But since this isn't a political thread, I went to great pains to avoid making any editorial comments about how the capitalist ethos tends to work.


----------



## Fleer (Feb 5, 2018)

Ordered 21 LABS to the same account over a period of three years but Spitfire could only trace back 6 of them. They’re looking into it.


----------



## rrichard63 (Feb 5, 2018)

Fleer said:


> Ordered 21 LABS to the same account over a period of three years but Spitfire could only trace back 6 of them. They’re looking into it.


They went through a website change/upgrade some time ago. The non-Labs product in my account survived the change, but my Labs products did not. I didn't think anything of it at the time, because I would have no need to re-download them. My current account only shows the Labs products I added since then.


----------



## JT3_Jon (Feb 5, 2018)

Fleer said:


> Ordered 21 LABS to the same account over a period of three years but Spitfire could only trace back 6 of them. They’re looking into it.
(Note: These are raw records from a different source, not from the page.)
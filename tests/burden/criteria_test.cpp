#include "medload/burden/criteria.h"

#include <doctest/doctest.h>

#include <string>

namespace medload {

TEST_SUITE("burden/criteria") {

TEST_CASE("a criterion's text is read into its kind, threshold and key") {
  const struct {
    std::string text;
    std::string key;
  } cases[] = {
      {"items=10", "items>=10"}, {"items>=10", "items>=10"}, {"acb=3", "acb>=3"},   {"dbi=1.0", "dbi>=1"},
      {"dbi>=0.5", "dbi>=0.5"},  {"dbi=100", "dbi>=100"},    {"items=1000", "items>=1000"},
      {"rule:opioid-and-sedative", "rule:opioid-and-sedative"},
  };
  for (const auto& c : cases) {
    CAPTURE(c.text);
    Result<Criterion> criterion = ParseCriterion(c.text);
    REQUIRE(criterion.ok());
    CHECK(criterion->Key() == c.key);
  }
}

TEST_CASE("a threshold that is not a number, not finite or beyond any patient is refused with what is accepted") {
  const std::string accepted = "; use items=N, acb=N, dbi=X, falls=N, tsdd=N, pdc<X or rule:ID";
  const struct {
    std::string text;
    std::string fault;
  } cases[] = {
      {"dbi>=inf", "has a threshold above 100, which no patient can reach"},
      {"dbi=1e300", "has a threshold above 100, which no patient can reach"},
      {"dbi=100.5", "has a threshold above 100, which no patient can reach"},
      {"items=1e300", "has a threshold above 1000, which no patient can reach"},
      {"acb=1001", "has a threshold above 1000, which no patient can reach"},
      {"dbi=nan", "has a threshold that is not a number >= 0"},
      {"dbi=1e400", "has a threshold that is not a number >= 0"},
      {"items=-1", "has a threshold that is not a number >= 0"},
      {"items=2.5", "needs a whole number"},
      {"items", "has no threshold"},
      {"age>=80", "measures nothing known"},
      {"rule:", "names no rule"},
  };
  for (const auto& c : cases) {
    CAPTURE(c.text);
    Result<Criterion> criterion = ParseCriterion(c.text);
    REQUIRE_FALSE(criterion.ok());
    CHECK(criterion.status().code() == StatusCode::kUsage);
    CHECK(criterion.status().message() == "criterion \"" + c.text + "\" " + c.fault + accepted);
  }
}

TEST_CASE("a falls or tsdd threshold beyond any patient is refused") {
  const struct {
    std::string text;
    std::string fault;
  } cases[] = {
      {"falls>=inf", "has a threshold above 1000, which no patient can reach"},
      {"falls=1001", "has a threshold above 1000, which no patient can reach"},
      {"tsdd=1e300", "has a threshold above 1000000, which no patient can reach"},
      {"tsdd=nan", "has a threshold that is not a number >= 0"},
      {"falls=2.5", "needs a whole number"},
  };
  for (const auto& c : cases) {
    CAPTURE(c.text);
    Result<Criterion> criterion = ParseCriterion(c.text);
    REQUIRE_FALSE(criterion.ok());
    CHECK(criterion.status().code() == StatusCode::kUsage);
    CHECK(criterion.status().message() == "criterion \"" + c.text + "\" " + c.fault);
  }
  CHECK(ParseCriterion("tsdd=1000000").ok());
  CHECK(ParseCriterion("falls=1000").ok());
}

}  // TEST_SUITE

}  // namespace medload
Have a similar situation, and was told by support that since I ordered using the old system (where you got tokens for donations) they could not add those purchases to the new system, and thus they cannot make my past LABS purchases show up my account. Unsure what this will mean going forward, especially if they relaunch with some sort of customer loyalty promotion, as my past LABS orders are not part of my account it will look like I've never donated. Apparently I'm not the only one who had this happen, so maybe they will look into a solution? If money was no object I would just donate again. Maybe I will over time, but for sure I cannot before the current LABS shuts down.


----------



## SomeGuy (Feb 5, 2018)

synthpunk said:


> That is one I would skip if I was doing it again.



Thanks for the heads up! For those who own them all, which ones do you find you use the most? Are the most inspiring? Trying to narrow down my choices.


----------



## synthpunk (Feb 5, 2018)

I would grab the top 10 for $5, that is a incredible deal and there all very handy and usable.

The ones I would skip: Alien Bells, Milk Bottles, Pylons, Plastic Pipes, Sleigh Bells, Tangerines, Crumhorn.

Check out the demo's in post #44 and this guy has a ton
https://www.youtube.com/playlist?list=PLx6ywl--I-g_xxOELtKQcxw_X0UZ-p41j



SomeGuy said:


> Thanks for the heads up! For those who own them all, which ones do you find you use the most? Are the most inspiring? Trying to narrow down my choices.


----------



## CGR (Feb 5, 2018)

synthpunk said:


> I would grab the top 10 for $5, that is a incredible deal and there all very handy and usable.


+1. The 10 for $5 collection is very useful. Just bought them yesterday and quickly knocked this up:


----------



## CT (Feb 5, 2018)

I've got the:

Bell Tree
Dry Vibraphone
Harmonic Piano
Nylon Guitar
Ollie Waton Drums
Peel Guitar
Plucked Grand
Soft Piano
Tundra Atmos

They're all great; ridiculously beyond the $3 donation in quality. The Ollie drums, for example, could easily fill all of your drum kit needs if you don't venture into that territory very often, but want the base covered.


----------



## stonzthro (Feb 5, 2018)

I know Crumhorn gets a bad rep - even on the labs page, but if you are a fan of Esquivel (and you should be) this one actually NAILS the sound! So many awesome little gems in there, and they should inspire more individuals to delve into sampling more.


----------



## MisteR (Feb 5, 2018)

Is the formerly titled Plucked Piano now the Plucked Upright?


----------



## gamma-ut (Feb 5, 2018)

stonzthro said:


> I know Crumhorn gets a bad rep - even on the labs page, but if you are a fan of Esquivel (and you should be) this one actually NAILS the sound! So many awesome little gems in there, and they should inspire more individuals to delve into sampling more.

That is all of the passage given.